PERFECTION IS BORING
It’s been over a year since I posted about Kithara – at the time, I intended it to be my debut film. A silent black & white two-reeler, I imagined it as a stepping stone into larger, more complicated projects (it wouldn’t require location sound or sophisticated colour grading, for instance).
The project stalled after a couple of meetings with the actors/brains trust I corralled to be involved. I got hung up on trying to incorporate all the (valid and insightful) suggestions they provided on character motivation, story structure, film theory and more. Naturally, I wanted Kithara to be perfect, but trying to retrofit all these ideas onto the story proved impossible for me. The clay refused its mold.
In the end, it got pushed to one side. Like Raymond Chandler said, “the more you reason, the less you create”.
It took me a stupidly long time to realise the movie didn’t need to be perfect. Some of my favourite movies are riddled with baffling logic and lapses in judgement. What movie, however canonical, is truly perfect? There is too much chance involved in achieving even near-perfection (as anyone that knows the history of Casablanca can tell you). Conversely, aren’t flawed films often the most intriguing?
Kithara will be an imperfect film, and I am happy about that. That simple conclusion is freeing.
My driving creative philosophy is best put in the The Cult of Done manifesto, “done is the engine of more”. Getting Kithara done will lead me to the next thing. The experience gained is as important as the end result. I’ve reworked and improved the script, I’m storyboarding at present, and looking to shoot by the end of the year.
Ironically, what started as a ‘stepping stone’ is now relatively ambitious – recently I’ve been reaching out to actors, make-up artists and costume designers. The end result will be lush, beautiful and dreamlike – a perfumed handkerchief in a field of shit – to borrow a phrase from The Extremist.

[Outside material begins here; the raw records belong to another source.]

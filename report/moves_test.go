package report

import (
	"strings"
	"testing"

	"slowpoint/model"
	"slowpoint/rules"
)

// TestMovesWhateverTheInterval: how the slowest place moves is the same sentence however far apart the samples are.
func TestMovesWhateverTheInterval(t *testing.T) {
	for _, shape := range []*model.Shape{model.Slab, model.Brick, model.ShortCylinder} {
		p := roast(t, shape, rules.Met)
		p.Steps[2].Faces = []model.FaceExposure{{Face: model.Top, Exposure: model.Exposure{Surface: model.Film, Medium: model.Course{TimesS: []float64{0}, C: []float64{1}}, FilmW: ptr(60.)}}}
		again(t, p)
		var said []string
		for _, every := range []float64{7, 60, 600, 9000} {
			p.Samples, p.moved = p.History.Sample(every), ""
			said = append(said, (&sheet{doc: &doc{head: roastHead()}, p: p, decides: p.decides()}).moves())
		}
		for _, s := range said {
			if s != said[0] || !strings.Contains(s, "moves from") {
				t.Errorf("%s: %q, and %q", shape.Name, said[0], s)
			}
		}
	}
}

// TestBeyond measures how far a place lies outside of two others.
func TestBeyond(t *testing.T) {
	at := func(up, along float64) model.Place { return model.Place{UpM: up, AlongM: along} }
	for _, x := range []struct {
		q, a, b model.Place
		want    float64
	}{
		{at(0.25, 0), at(0, 0), at(0.5, 0), 0},
		{at(-0.25, 0), at(0, 0), at(0.5, 0), 0.25},
		{at(0.25, 0.125), at(0, 0), at(0.5, 0), 0.125},
		{at(0.75, -0.5), at(0.5, 0), at(0, 0), 0.5},
	} {
		if got := beyond(x.q, x.a, x.b); got != x.want {
			t.Errorf("%v: %g, want %g", x, got, x.want)
		}
	}
}

// TestCentreInTableAndSentence: the places in the table of steps are called the centre where the sentence on how they move does so.
func TestCentreInTableAndSentence(t *testing.T) {
	p := roast(t, model.Slab, rules.Met)
	x := &sheet{doc: &doc{head: roastHead()}, p: p, decides: p.decides()}
	p.History.ErrorK = 0.02
	at := []model.Place{{UpM: 0.02}, {UpM: 0.02}}
	p.Samples.Points = [][]float64{{5.06, 5.14}}
	p.Samples.Coldest, p.Samples.Hottest = []float64{5, 5}, []float64{6, 6}
	for i, centre := range []bool{true, false} { // 0.06 K off and 0.14 K off, where 0.1 K is nothing
		if got := x.extremePlace(i, p.Samples.Coldest, at); (got == p.Product.Where(model.Place{})) != centre {
			t.Errorf("%g °C at the centre: %s", p.Samples.Points[0][i], got)
		}
	}
}

// TestRaisedMediumBesideItsStep: where the medium of a step is not the one that was typed, its row says so.
func TestRaisedMediumBesideItsStep(t *testing.T) {
	p := roast(t, model.Slab, rules.Met)
	x := &sheet{doc: &doc{head: roastHead()}, p: p, decides: p.decides()}
	sp := p.History.Spans[1]
	if got := x.mediumAtEnd(&sp); strings.Contains(got, "raised") {
		t.Error(got)
	}
	sp.MediumFromC, sp.MediumToC = ptr(-20.), ptr(-1.)
	if got := x.mediumAtEnd(&sp); !strings.Contains(got, "raised to the freezing point (typed: down to −20 °C (") {
		t.Error(got)
	}
	const said = ", raised to the freezing point (typed: down to "
	before := strings.Count(writeText(t, roastHead(), p), said)
	p.History.Spans[1] = sp
	if after := strings.Count(writeText(t, roastHead(), p), said); before != 0 || after != 1 {
		t.Errorf("report.txt says it %d times, and %d times before", after, before)
	}
}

Part of my attraction to shooting a silent black & white movie is my love for films of the 20s (particularly those of Buster Keaton, who I’ll write about another time). I’m no scholar, but like anyone exploring a new medium, I find it helps to start at the beginning. I’m fascinated with the process, the nuts and bolts, by which early films became such an idiosyncratic artform – while I am not interested in strict pastiche, I want to use Kithara to explore some of the constraints (static camera shots, blue-sensitive film stock, variances in speed on account of being hand-cranked) and innovations (make-up) of the time. Filmmaking as film school.